Additionally, several studies found deficits in facial emotion recognition in people with AD, compared to healthy older adults, and a significant increase in this deficit with disease severity [26]. This recognition difficulty would justify the results obtained when comparing the interference of the groups in the faces condition, where interference is greater when the disease is more severe. Furthermore, some studies have considered the influence of the intensity of the expression on the recognition of the emotion portrayed, and findings suggest that people with AD have more difficulty in recognizing low intensity emotional facial expressions than high intensity expressions [27]. Neuroanatomical damage in AD, specifically changes in the anterior medial frontal cortex, medial temporal cortex, and amygdala, may underlie impairments in facial emotion recognition in AD that increase as the condition advances [50].

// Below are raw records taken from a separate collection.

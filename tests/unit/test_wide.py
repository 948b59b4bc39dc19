"""Wide files on their way through the whole intake, and what they say where a column has no name of ours."""

from __future__ import annotations

from pathlib import Path

import numpy as np
import pytest
from tests.unit.intake_examples import (
    UNUSABLE,
    aside,
    kept,
    monthly_file,
    months,
    reading,
    refused,
    validate,
)

from lineproof.intake.series import read_series
from lineproof.problems import KnownProblem

WIDE = {"columns": {"date": "month"}, "layout": "wide", "dates": "%Y-%m"}
HEADER = "month,A,B\n"


def table(*rows: str) -> str:
    return HEADER + "\n".join(rows) + "\n"


def test_cells_become_rows_of_the_panel(tmp_path: Path) -> None:
    found = validate(tmp_path, table("2000-01,0.1,x", "2000-02,,0.2", "2000-03,-1.5,inf"), **WIDE)
    assert kept(found) == [("A", "2000-01"), ("B", "2000-02")]
    assert found.panel["total_return"].tolist() == [0.1, 0.2]
    assert aside(found) == [
        (2, 13, "text in a number column: 'x'", "B=x"),
        (4, 15, "a return below −100 %: '-1.5'", "A=-1.5"),
        (4, 14, "an infinite value, or one spelt nan: 'inf'", "B=inf"),
    ]


def test_cells_may_be_prices(tmp_path: Path) -> None:
    text = table("2000-01,10,", "2000-02,11,50", "2000-03,,40", "2000-04,12,NA")
    found = validate(tmp_path, text, **WIDE, return_from="price")
    assert kept(found) == [
        *(("A", f"2000-0{month}") for month in (1, 2, 4)),
        *(("B", f"2000-0{month}") for month in (2, 3, 4)),
    ]
    nan = np.nan
    expected = [nan, 11 / 10 - 1, nan, nan, 40 / 50 - 1, nan]
    np.testing.assert_array_equal(found.panel["total_return"], expected)
    np.testing.assert_array_equal(found.panel["price"], [10, 11, 12, 50, 40, nan])
    (said, *_) = found.intake["evidence"]["scale"]
    assert (said["found"], said["verdict"]) == ("computed from the price", "no unit to judge")


@pytest.mark.parametrize(
    ("cell", "said"),
    [
        (
            lambda k: f'"{k % 7 - 3},{k % 10}"',
            "most numbers have a decimal comma, as in -1,0\n    → set decimal: comma",
        ),
        (
            lambda k: f"{(-1) ** k * (2 + k % 5)}",
            "read as decimal, half of all returns exceed 400 % in size and one in twenty exceeds 600 %\n"
            "    → set unit: percent",
        ),
        (
            lambda k: f"{20 + k % 10}",
            "read as decimal, half of all returns exceed 2.45e+03 % in size and one in twenty exceeds 2.9e+03 %\n"
            "    → hardly any is negative: do the cells hold prices, or 1 + return? "
            "For prices, set return: {from: price} under columns",
        ),
    ],
)
def test_a_wide_file_that_is_read_wrongly(tmp_path: Path, cell, said: str) -> None:
    rows = [f"{m},{cell(2 * k)},{cell(2 * k + 1)}" for k, m in enumerate(months("1995-01", 60))]
    assert refused(tmp_path, table(*rows), **WIDE) == f"{UNUSABLE}  raw/returns.csv: {said}"


def test_supplied_assets_may_be_wide(tmp_path: Path) -> None:
    file = tmp_path / "a.csv"
    wide = reading("raw/a.csv", WIDE["columns"], layout="wide", names="asset", dates="%Y-%m")
    file.write_text(table("2000-01,0.1,0.3", "2000-02,,0.2"), encoding="utf-8")
    found = read_series(str(file), wide, "return").values
    assert found["asset"].tolist() == ["A", "B", "B"]
    assert found["return"].tolist() == [0.1, 0.3, 0.2]
    file.write_text("month,A,market\n2000-01,0.1,x\n", encoding="utf-8")
    with pytest.raises(KnownProblem) as caught:
        read_series(str(file), wide, "return")
    assert str(caught.value) == (
        f"{UNUSABLE}  raw/a.csv, line 2: 'x' is not a number\n    → mend it, or list it under missing:"
    )


def test_levels_of_an_index_are_no_returns(tmp_path: Path) -> None:
    levels = {month: 100.0 + k for k, month in enumerate(months("2000-01", 40))}
    (tmp_path / "m.csv").write_text(monthly_file("level", levels), encoding="utf-8")
    series = reading("raw/m.csv", {"date": "month", "return": "level"}, dates="%Y-%m")
    with pytest.raises(KnownProblem) as caught:
        read_series(str(tmp_path / "m.csv"), series, "return")
    assert str(caught.value).endswith(
        "→ hardly any is negative: does the column hold the levels of an index? "
        "Deliver its returns, level(t)/level(t−1) − 1"
    )
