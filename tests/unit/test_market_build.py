"""A market built from the panel: by hand, against exact sums, whatever the cut, and rebuilt by portfolios."""

from __future__ import annotations

import math
from itertools import pairwise

import numpy as np
import pandas as pd
import pytest
from hypothesis import given, settings
from hypothesis import strategies as st

from lineproof.designs import Design
from lineproof.intake.chunk import Chunk
from lineproof.intake.market_build import MarketBuild
from lineproof.periods import Months, TradingDays
from lineproof.problems import KnownProblem
from lineproof.sorting import sort_ranked

JANUARY_2000 = 2000 * 12
N = 23  # months, of which the twelfth is the only December
NAN = float("nan")


def chunk(rows: list[tuple[str, int, float, float]]) -> Chunk:
    """A chunk of (security, period, total return, size), which must be sorted."""
    names, first = np.unique([row[0] for row in rows], return_index=True)
    period = np.array([row[1] for row in rows], np.int64)
    return Chunk(
        names=names,
        start=np.append(first, len(rows)).astype(np.int64),
        period=period,
        day=Months().date(period),
        values={
            "total_return": np.array([row[2] for row in rows], float),
            "size": np.array([row[3] for row in rows], float),
        },
        texts={},
        code=np.full(len(rows), -1, np.int8),
    )


def built(weights: str, *chunks: Chunk) -> pd.DataFrame:
    build = MarketBuild(weights)
    for each in chunks:
        build.see(each, each.values["total_return"])
    return build.result(Months())


MARCH = [JANUARY_2000 + k for k in range(4)]
ROWS = [
    ("a", MARCH[0], 0.10, 100.0),
    ("a", MARCH[1], 0.50, NAN),  # its size is not known: 100 · 1.5 = 150 stands in
    ("a", MARCH[2], 0.02, 120.0),
    ("a", MARCH[3], NAN, NAN),
    ("b", MARCH[0], -0.20, 300.0),
    ("b", MARCH[1], 0.10, 0.0),  # no size either: 300 · 1.1 = 330
    ("b", MARCH[2], -1.00, NAN),  # a total loss, after which it weighs nothing
    ("b", MARCH[3], 0.30, NAN),
    ("c", MARCH[1], 0.04, 50.0),
    ("c", MARCH[2], 0.08, 60.0),
    ("c", MARCH[3], 0.05, NAN),
]


def test_equal_weights_by_hand() -> None:
    found = built("equal", chunk(ROWS))
    by_hand = [-0.1 / 2, 0.64 / 3, -0.9 / 3, 0.35 / 2]
    np.testing.assert_allclose(found["return"], by_hand, rtol=1e-15)  # a few roundings
    assert found["n_securities"].tolist() == [2, 3, 3, 2]
    assert found["date"].dt.strftime("%Y-%m-%d").tolist() == [
        "2000-01-31",
        "2000-02-29",
        "2000-03-31",
        "2000-04-30",
    ]


def test_weights_by_size_by_hand() -> None:
    found = built("size", chunk(ROWS))
    by_hand = [
        (100 * 0.5 + 300 * 0.1) / 400,  # c has no size before its first row
        (150 * 0.02 - 330 + 50 * 0.08) / 530,
        0.05,  # a has no return, and b no size any more
    ]
    np.testing.assert_allclose(found["return"], by_hand, rtol=1e-14)  # a few roundings
    assert found["n_securities"].tolist() == [2, 3, 1]
    assert found["date"].iloc[0] == pd.Timestamp("2000-02-29")


@st.composite
def panels(draw: st.DrawFn) -> list[list[tuple[str, int, float, float]]]:
    """Rows by security, with holes, missing values, losses, and sizes of many orders of magnitude."""
    rng = np.random.default_rng(draw(st.integers(0, 2**32)))
    securities = []
    for number in range(draw(st.integers(1, 12))):
        at = np.flatnonzero(rng.random(18) < 0.8)
        r = np.where(rng.random(18) < 0.1, NAN, np.maximum(rng.standard_t(3, 18) * 0.1, -1))
        size = np.where(rng.random(18) < 0.3, NAN, 10.0 ** rng.uniform(-8, 12, 18))
        rows = [(f"s{number:02d}", JANUARY_2000 + int(t), r[t], size[t]) for t in at]
        if rows:
            securities.append(rows)
    return securities


def flat(securities: list[list[tuple]]) -> list[tuple]:
    return [row for rows in securities for row in rows]


@settings(max_examples=60, deadline=None)
@given(panels(), st.data(), st.sampled_from(["equal", "size"]))
def test_the_cut_into_chunks_changes_no_bit(
    securities: list[list[tuple]], data: st.DataObject, weights: str
) -> None:
    def whole(parts: list[list[list[tuple]]]) -> str:
        try:
            found = built(weights, *(chunk(flat(part)) for part in parts if part))
        except KnownProblem as problem:
            return str(problem)
        return found.to_csv(float_format="%.17g")

    cuts = sorted(data.draw(st.sets(st.integers(0, len(securities)))))
    edges = [0, *cuts, len(securities)]
    parts = [securities[a:b] for a, b in pairwise(edges)]
    assert whole(parts) == whole([securities])


@settings(max_examples=60, deadline=None)
@given(panels())
def test_sums_are_exact_to_the_last_digits(securities: list[list[tuple]]) -> None:
    """An obvious loop with exactly rounded sums (math.fsum) as the oracle."""
    weight: dict[int, list[float]] = {}
    product: dict[int, list[float]] = {}
    for rows in securities:
        known, growth = NAN, 1.0
        for _, period, r, size in rows:
            if known * growth > 0 and not math.isnan(r):
                weight.setdefault(period, []).append(known * growth)
                product.setdefault(period, []).append(known * growth * r)
            if size > 0:
                known, growth = size, 1.0
            elif not math.isnan(r):
                growth *= 1 + r
    expected = {p: math.fsum(product[p]) / math.fsum(weight[p]) for p in sorted(weight)}
    build = MarketBuild("size")
    build.see(chunk(flat(securities)), chunk(flat(securities)).values["total_return"])
    try:
        found = build.result(Months())
    except KnownProblem:
        numbers = list(expected)
        assert not numbers or len(numbers) < numbers[-1] - numbers[0] + 1
        return
    # Twice compensated sums are right to two units in the last place of the sum of absolute terms.
    scale = [math.fsum(map(abs, product[p])) / math.fsum(weight[p]) for p in expected]
    gap = np.abs(found["return"].to_numpy() - list(expected.values()))
    assert (gap <= 4 * np.finfo(float).eps * np.array(scale)).all()


@pytest.mark.parametrize("weights", ["equal", "size"])
@pytest.mark.parametrize("groups", [2, 5])
def test_portfolios_of_all_securities_rebuild_the_market(weights: str, groups: int) -> None:
    """Groups weighted by size, themselves weighted by what they hold, are the market; likewise equal weights."""
    rng = np.random.default_rng(11)
    rows = []
    for number in range(40):
        sizes = np.where(rng.random(N) < 0.25, NAN, rng.lognormal(3, 2, N))
        sizes[11] = rng.lognormal(3, 2)  # known at the formation, so that every security is ranked
        returns = np.where(rng.random(N) < 0.1, NAN, rng.normal(0.01, 0.1, N))
        rows += [
            (f"s{number:02d}", JANUARY_2000 + t, returns[t], sizes[t])
            for t in range(N)
            if t == 11 or rng.random() < 0.9
        ]
    whole = chunk(rows)
    panel = pd.DataFrame(
        {
            "security": [row[0] for row in rows],
            "date": whole.day.astype("datetime64[ms]"),
            "total_return": whole.values["total_return"],
            "excess_return": whole.values["total_return"],
            "size": whole.values["size"],
            "eligible": True,
        }
    )
    betas = panel[["security", "date"]].assign(beta=rng.normal(1, 0.5, len(panel)))
    design = Design(name="all", rank_on=("b",), groups=(groups,), weights=weights)
    sorted_ = sort_ranked(panel, {"b": betas}, design)
    returns = sorted_.returns
    held = returns["n_members"].to_numpy()
    if (
        weights == "size"
    ):  # what the members with a known size hold: their mean size by their number
        lagged = _known_lagged(panel, returns, sorted_.members)
        held = returns["mean_size"].to_numpy() * lagged
    of_group = pd.DataFrame(
        {"date": returns["date"], "w": held, "wr": held * returns["excess_return"]}
    )
    sums = of_group.groupby("date")[["w", "wr"]].sum()
    market = built(weights, whole).set_index("date")["return"]
    assert len(sums) == 11
    # Both sum some forty products of either sign: a few units in the sixteenth digit of the largest.
    np.testing.assert_allclose(sums["wr"] / sums["w"], market.loc[sums.index], rtol=0, atol=1e-15)


def _known_lagged(panel: pd.DataFrame, returns: pd.DataFrame, members: pd.DataFrame) -> np.ndarray:
    """How many members of each group and month have a return and a size before, by an obvious loop."""
    group = members.set_index("security")["asset"]
    n: dict[tuple[str, pd.Timestamp], int] = {}
    for security, rows in panel.groupby("security"):
        known = False
        for row in rows.itertuples():
            if known and not math.isnan(row.total_return):
                key = (group[security], row.date)
                n[key] = n.get(key, 0) + 1
            known = known or row.size > 0
    return np.array([n.get(key, 0) for key in zip(returns["asset"], returns["date"], strict=True)])


def test_a_hole_in_the_built_market_stops() -> None:
    rows = [("a", MARCH[0], 0.1, 1.0), ("a", MARCH[2], 0.1, 1.0), ("b", MARCH[1], NAN, 1.0)]
    with pytest.raises(KnownProblem) as caught:
        built("equal", chunk(rows))
    assert str(caught.value) == (
        "The raw data cannot be used; nothing was written.\n"
        "  data.market.build: no security has a return and a weight in 1 month: 2000-02\n"
        "    → supply the market's return as a file, or shorten the returns"
    )


def test_nothing_to_build_from_stops() -> None:
    with pytest.raises(KnownProblem) as caught:
        built("size", chunk([("a", MARCH[0], 0.1, 1.0)]))
    assert str(caught.value) == (
        "The raw data cannot be used; nothing was written.\n"
        "  data.market.build: no security has a return and a weight\n"
        "    → check the columns of data.returns"
    )


def test_a_market_of_days() -> None:
    calendar = np.array(["2001-05-30", "2001-05-31", "2001-06-01"], "datetime64[D]")
    build = MarketBuild("equal")
    one = chunk([("a", 0, 0.1, 1.0), ("a", 1, 0.2, 1.0), ("b", 1, 0.4, 1.0), ("b", 2, -0.1, 1.0)])
    build.see(one, one.values["total_return"])
    found = build.result(TradingDays(calendar))
    assert found["date"].to_numpy().astype("datetime64[D]").tolist() == calendar.tolist()
    np.testing.assert_allclose(found["return"], [0.1, 0.3, -0.1], rtol=1e-15)  # one rounding


def test_unknown_weights_are_an_error_of_ours() -> None:
    with pytest.raises(ValueError, match="no weights 'value'"):
        MarketBuild("value")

From a clinical perspective, impairments in the ability to recognize facial affective expressions may lead to social dysfunction and difficulties with interpersonal communication in people with AD [51]. It is important to find out about these difficulties from family members and caregivers because AD patients with impairments in facial recognition can experience greater social isolation due to their interaction problems. In addition, difficulties in interpreting nonverbal communication can lead to misunderstandings that deteriorate their relationships. Therefore, words can be a better method for recognizing emotions, but research should examine whether this is transferable to common objects and would facilitate their recognition, which could help people with AD to adapt to aspects and tasks of daily life. In addition, it is important to transmit consistent information without having to choose between two sources of information.
A limitation that future studies could solve is the fact that in the current task, both stimuli (faces and words) appear together in both conditions. In addition, neutral stimuli were not used in this study. Therefore, to separate facilitation and interference effects, there should be at least one baseline condition (e.g., using words or faces alone, using neutral faces or words).